Logos can give instant recognition and re-assure visitors of the authenticity of your website. Upon noticing your logo the experience of a visitor can change based on previous interaction with your business.

However, as a website designer, we are so often asked: “can you make our logo much bigger please?” So how big should your logo be on your website.?

Industry studies have shown that across all of the major websites on the internet most logos are actually quite small as a proportion of the actual website.

Many of today’s top logos are designed to stand out on clean white background, perhaps as a result of the print world and brand usage across multiple paper-based products.

Whilst all logos vary in size, only about 7% of logos are more than 100px in height and just 12% are more than 250px in width.

So when asking Clarke Design to “please make our logo stand out more” – we ask you to compare it to the size of logos on other websites first.

What’s the most important thing on your website

Sadly – and you’re not going to like this answer, it is not your logo.

While brand awareness and recognition may be BIG parts of your overall marketing strategy, you’re not going to accomplish anything by simply making your logo BIGGER than everything on your website.

People who know your brand, already know your brand – so you don’t need to ram a huge logo down their throats.
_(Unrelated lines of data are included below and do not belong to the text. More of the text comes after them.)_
/// Reads a CSV of labeled rows into validated examples; errors name the line and the field.
pub fn read_csv(path: &Path, schema: &Schema) -> anyhow::Result<Vec<StoredExample>> {
    let mut reader =
        csv::Reader::from_path(path).with_context(|| format!("opening {}", path.display()))?;
    let headers: Vec<String> = reader.headers()?.iter().map(str::to_owned).collect();
    let label_col = headers.iter().position(|h| h == schema.label());
    let time_col = headers.iter().position(|h| h == "event_time");
    let id_col = headers.iter().position(|h| h == "id");
    let (Some(label_col), Some(time_col)) = (label_col, time_col) else {
        bail!(
            "the CSV header needs a `{}` column (the label) and an `event_time` column",
            schema.label()
        );
    };
    let kinds: Vec<Option<FeatureKind>> = headers
        .iter()
        .enumerate()
        .map(|(i, h)| {
            if i == label_col || i == time_col || Some(i) == id_col {
                return Ok(None);
            }
            schema
                .features()
                .iter()
                .find(|f| &f.name == h)
                .map(|f| Some(f.kind))
                .ok_or_else(|| {
                    anyhow::anyhow!(
                        "column `{h}` is not a declared feature, the label, `event_time` or `id`"
                    )
                })
        })
        .collect::<anyhow::Result<_>>()?;
    let mut examples = Vec::new();
    let mut problems: Vec<String> = Vec::new();
    for (n, record) in reader.records().enumerate() {
        let line = n + 2;
        let record = record.with_context(|| format!("line {line}"))?;
        let mut features = Map::new();
        let mut errors: Vec<FieldError> = Vec::new();
        for (i, cell) in record.iter().enumerate() {
            let Some(kind) = kinds[i] else { continue };
            let value = match (kind, cell.trim()) {
                (_, "") => Json::Null,
                (FeatureKind::Number, text) => match text
                    .parse::<f64>()
                    .ok()
                    .and_then(serde_json::Number::from_f64)
                {
                    Some(number) => Json::Number(number),
                    None => {
                        errors.push(FieldError {
                            field: format!("features.{}", headers[i]),
                            rule: format!("must be a finite number, got `{text}`"),
                        });
                        continue;
                    }
                },
                (FeatureKind::Category, text) => Json::String(text.to_owned()),
            };
            features.insert(headers[i].clone(), value);
        }
        let label = match record[label_col].trim().parse::<f64>() {
            Ok(value) => value,
            Err(_) => {
                errors.push(FieldError {
                    field: "label".into(),
                    rule: format!("must be a number, got `{}`", record[label_col].trim()),
                });
                0.0
            }
        };
        let id = id_col.map(|c| record[c].trim()).filter(|s| !s.is_empty());
        match ingest::example(schema, &features, label, record[time_col].trim(), id) {
            Ok(example) if errors.is_empty() => examples.push(example),
            Ok(_) => {}
            Err(e) => errors.extend(e.0),
        }
        for e in errors {
            problems.push(format!("line {line}: `{}`: {}", e.field, e.rule));
        }
    }
    if !problems.is_empty() {
        let shown = problems
            .iter()
            .take(20)
            .cloned()
            .collect::<Vec<_>>()
            .join("\n  ");
        bail!(
            "{} problems in {}, nothing imported:\n  {shown}",
            problems.len(),
            path.display()
        );
    }
    Ok(examples)
}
They’ll recognise it even if it’s quite small.

People who do not know your brand, want to know what are the benefits of doing business with you and not what does your brand look like – they don’t care about your brand yet. They care about your great products and services.
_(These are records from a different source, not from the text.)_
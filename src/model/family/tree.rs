//! A single classification tree: CART with Gini impurity, leaves that keep their class counts.
//!
//! A tree also explains a score with per-column contributions (Saabas 2014, the path
//! decomposition): give every node the value the tree would predict if it stopped there, its
//! positive share among the training rows that reached it; walk the row's path from the root,
//! and credit each split's change in value, from the node to the child the row goes to, to the
//! column the split tests. The root's share plus the contributions is the leaf's share, the
//! tree's probability. Split nodes do not store their counts (the stored format is only the
//! leaves'), so the shares are summed up from the leaves once per model and kept beside it.

use std::sync::OnceLock;

use rand::seq::index;
use rand_chacha::ChaCha8Rng;
use serde::{Deserialize, Serialize};

use super::{
    at_least_one, check_range, check_training, check_tree_rows, check_width, score_rows, Family,
    FitError, GridError,
};

/// Hyperparameters of a single classification tree.
#[derive(Debug, Clone, Copy, PartialEq, Serialize, Deserialize)]
pub struct TreeParams {
    /// Largest number of splits on a path from the root: 1 is a single split (a stump).
    pub max_depth: u16,
    /// Fewest training rows a leaf may hold.
    pub min_leaf: usize,
}

/// The tree grid in the config; unset keys take the starter file's suggestion.
#[derive(Debug, Clone, PartialEq, Deserialize)]
#[serde(deny_unknown_fields)]
pub struct TreeGrid {
    #[serde(default = "default_depth")]
    pub max_depth: Vec<u16>,
    #[serde(default = "default_min_leaf")]
    pub min_leaf: Vec<usize>,
}

fn default_depth() -> Vec<u16> {
    vec![3, 5]
}

pub(super) fn default_min_leaf() -> Vec<usize> {
    vec![1]
}

/// Deepest tree a grid may ask for (our own bound: deeper trees memorize the window).
pub(super) const MAX_DEPTH: u16 = 64;
/// Largest `min_leaf` a grid may ask for (our own bound).
pub(super) const MAX_MIN_LEAF: usize = 100_000;

/// Weighted label counts of a set of training rows.
#[derive(Debug, Clone, Copy, Default, PartialEq)]
pub(super) struct Counts {
    pub(super) positives: u64,
    pub(super) negatives: u64,
}

impl Counts {
    pub(super) fn rows(self) -> u64 {
        self.positives + self.negatives
    }

    pub(super) fn add(&mut self, label: u8, weight: u64) {
        if label == 1 {
            self.positives += weight;
        } else {
            self.negatives += weight;
        }
    }

    pub(super) fn minus(self, other: Counts) -> Counts {
        Counts {
            positives: self.positives - other.positives,
            negatives: self.negatives - other.negatives,
        }
    }

    pub(super) fn is_pure(self) -> bool {
        self.positives == 0 || self.negatives == 0
    }
}

/// The Gini impurity of a node or of a split's two children weighted by their rows, up to the
/// constant factor 2/n, as an exact fraction: the sum over parts of positives · negatives / rows.
/// (Gini of a part is 2·pos·neg/rows²; weighting by rows/n gives 2·pos·neg/(rows·n).)
/// Exact comparison makes equal splits tie exactly, so the first one found wins, and a split that
/// does not lower the impurity is never taken for rounding noise.
#[derive(Debug, Clone, Copy)]
pub(super) struct Impurity {
    pub(super) numerator: u128,
    pub(super) denominator: u128,
}

impl Impurity {
    pub(super) fn of_node(counts: Counts) -> Self {
        Impurity {
            numerator: u128::from(counts.positives) * u128::from(counts.negatives),
            denominator: u128::from(counts.rows()),
        }
    }

    pub(super) fn of_split(left: Counts, right: Counts) -> Self {
        let (l, r) = (u128::from(left.rows()), u128::from(right.rows()));
        let left_part = u128::from(left.positives) * u128::from(left.negatives);
        let right_part = u128::from(right.positives) * u128::from(right.negatives);
        Impurity {
            numerator: left_part * r + right_part * l,
            denominator: l * r,
        }
    }

    pub(super) fn lower_than(self, other: Impurity) -> bool {
        self.numerator * other.denominator < other.numerator * self.denominator
    }
}

#[derive(Debug, Clone, PartialEq, Serialize, Deserialize)]
#[serde(tag = "kind", rename_all = "snake_case")]
pub(super) enum Node {
    /// Rows with `z[feature] <= threshold` go `left`, the others `right`.
    Split {
        feature: usize,
        threshold: f64,
        left: usize,
        right: usize,
    },
    /// The training rows that reached this leaf (with bootstrap multiplicity in a forest).
    Leaf { rows: u64, positives: u64 },
}

/// A tree as a node list with the root first. Every child comes after its parent, which the
/// deserializer checks, so a walk from the root always ends at a leaf.
#[derive(Debug, Clone, PartialEq, Serialize, Deserialize)]
#[serde(try_from = "Vec<Node>")]
pub(super) struct Tree(pub(super) Vec<Node>);

impl TryFrom<Vec<Node>> for Tree {
    type Error = String;

    fn try_from(nodes: Vec<Node>) -> Result<Self, String> {
        if nodes.is_empty() {
            return Err("a tree needs at least one node".into());
        }
        for (index, node) in nodes.iter().enumerate() {
            let valid = match *node {
                Node::Split {
                    threshold,
                    left,
                    right,
                    ..
                } => {
                    let after = |child: usize| child > index && child < nodes.len();
                    threshold.is_finite() && after(left) && after(right)
                }
                Node::Leaf { rows, positives } => rows > 0 && positives <= rows,
            };
            if !valid {
                return Err(format!("tree node {index} is malformed: {node:?}"));
            }
        }
        Ok(Tree(nodes))
    }
}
Is your logo right for a website?

So if you think that your logo isn’t standing out as well as it should on your website, maybe it’s the logo itself that is the problem. The design, colour, clarity, shape and simplicity can all affect how big a logo looks rather than the actual size of the logo itself.

So ask yourself, “have I just grabbed my standard logo for my website designer to use or have I given them the perfect logo for the website?”
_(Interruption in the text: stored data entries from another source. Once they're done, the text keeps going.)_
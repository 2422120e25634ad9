//! What the handlers reach: the running service's parts, as the API sees them.
//!
//! The API defines the state it needs and the application (`app`) builds it, so the API never
//! imports the layer that starts it. Every part is shared (`Arc`): the application keeps its
//! own handles to stop them in order.

use std::sync::Arc;

use crate::access::Keyring;
use crate::config::Config;
use crate::monitor::DriftCache;
use crate::registry::Registry;
use crate::scheduler::Retrainer;
use crate::schema::Schema;
use crate::store::outcome_writer::OutcomeWriter;
use crate::store::recorded::FeatureLayout;
use crate::store::recorder::ScoreRecorder;
use crate::store::watched::WriteWatch;
use crate::store::Store;
use crate::telemetry::Telemetry;

/// The parts a request can touch.
pub struct ApiState {
    pub config: Arc<Config>,
    pub schema: Arc<Schema>,
    /// The schema's names as score records render their values with (see `store::recorded`).
    pub record_layout: Arc<FeatureLayout>,
    /// Reads (log, models, runs, drift) and the examples write.
    pub store: Arc<dyn Store>,
    /// The active model and the shadow for scoring; rollback and freeze go through it.
    pub registry: Arc<Registry>,
    /// Score records, written off the response path.
    pub recorder: Arc<ScoreRecorder>,
    /// Outcomes, group-committed before the answer.
    pub outcomes: Arc<OutcomeWriter>,
    /// Manual retrains, and the label counts the schedule watches.
    pub retrainer: Arc<Retrainer>,
    pub keyring: Arc<Keyring>,
    pub telemetry: Arc<Telemetry>,
    /// How the store's latest writes ended (the probes read it instead of writing).
    pub writes: Arc<WriteWatch>,
    /// The latest drift report, so a metrics scrape does not recompute it.
    pub drift_cache: DriftCache,
}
If you’ve got a tiny strapline as part of your logo, or a ‘since 1957’, maybe those elements don’t work so well when the logo is used on a website. Can you move them, alter them or just remove them altogether?


Maybe your logo is normally tall and thin and adding this to a website screen that’s nice and wide just doesn’t work. A square logo will not look as big as a short and wide logo, as most websites are wider than they are tall on most screens.

So can you alter your logo shape to fit better on your website?


Clarke Design normally has a circular logo with three words above one another. However this didn’t look as good as it could on our website, so we widened the logo to be shorter and wider and put the words next to each other – we think that this works better, makes the logo smaller in height and is still very readable.


Sometimes it’s the clarity of the logo itself that is the problem. Was it designed to look great on paper with a fuzzy edge, or drop shadow that just looks poor on screen.

Sometimes the colour of a logo can change how clear and clean it looks.

The graphical format that the logo is provided in also helps with clarity. JPG format is great for photographs, but PNG is so much better for logos and graphics.

Where else to use it

If you want your logo to have more presence, maybe use it as part of another element on your home page. Add it in as part of a slideshow or an about section.

However, our recommendation is that the logo that is used as part of the page header, on every page, needs to be of a considered and industry acceptable size.

In Conclusion

So before you ask Clarke Design to make your logo bigger, please have a think about everything we’ve said and ask yourself, “is the logo we have chosen for our website correct?”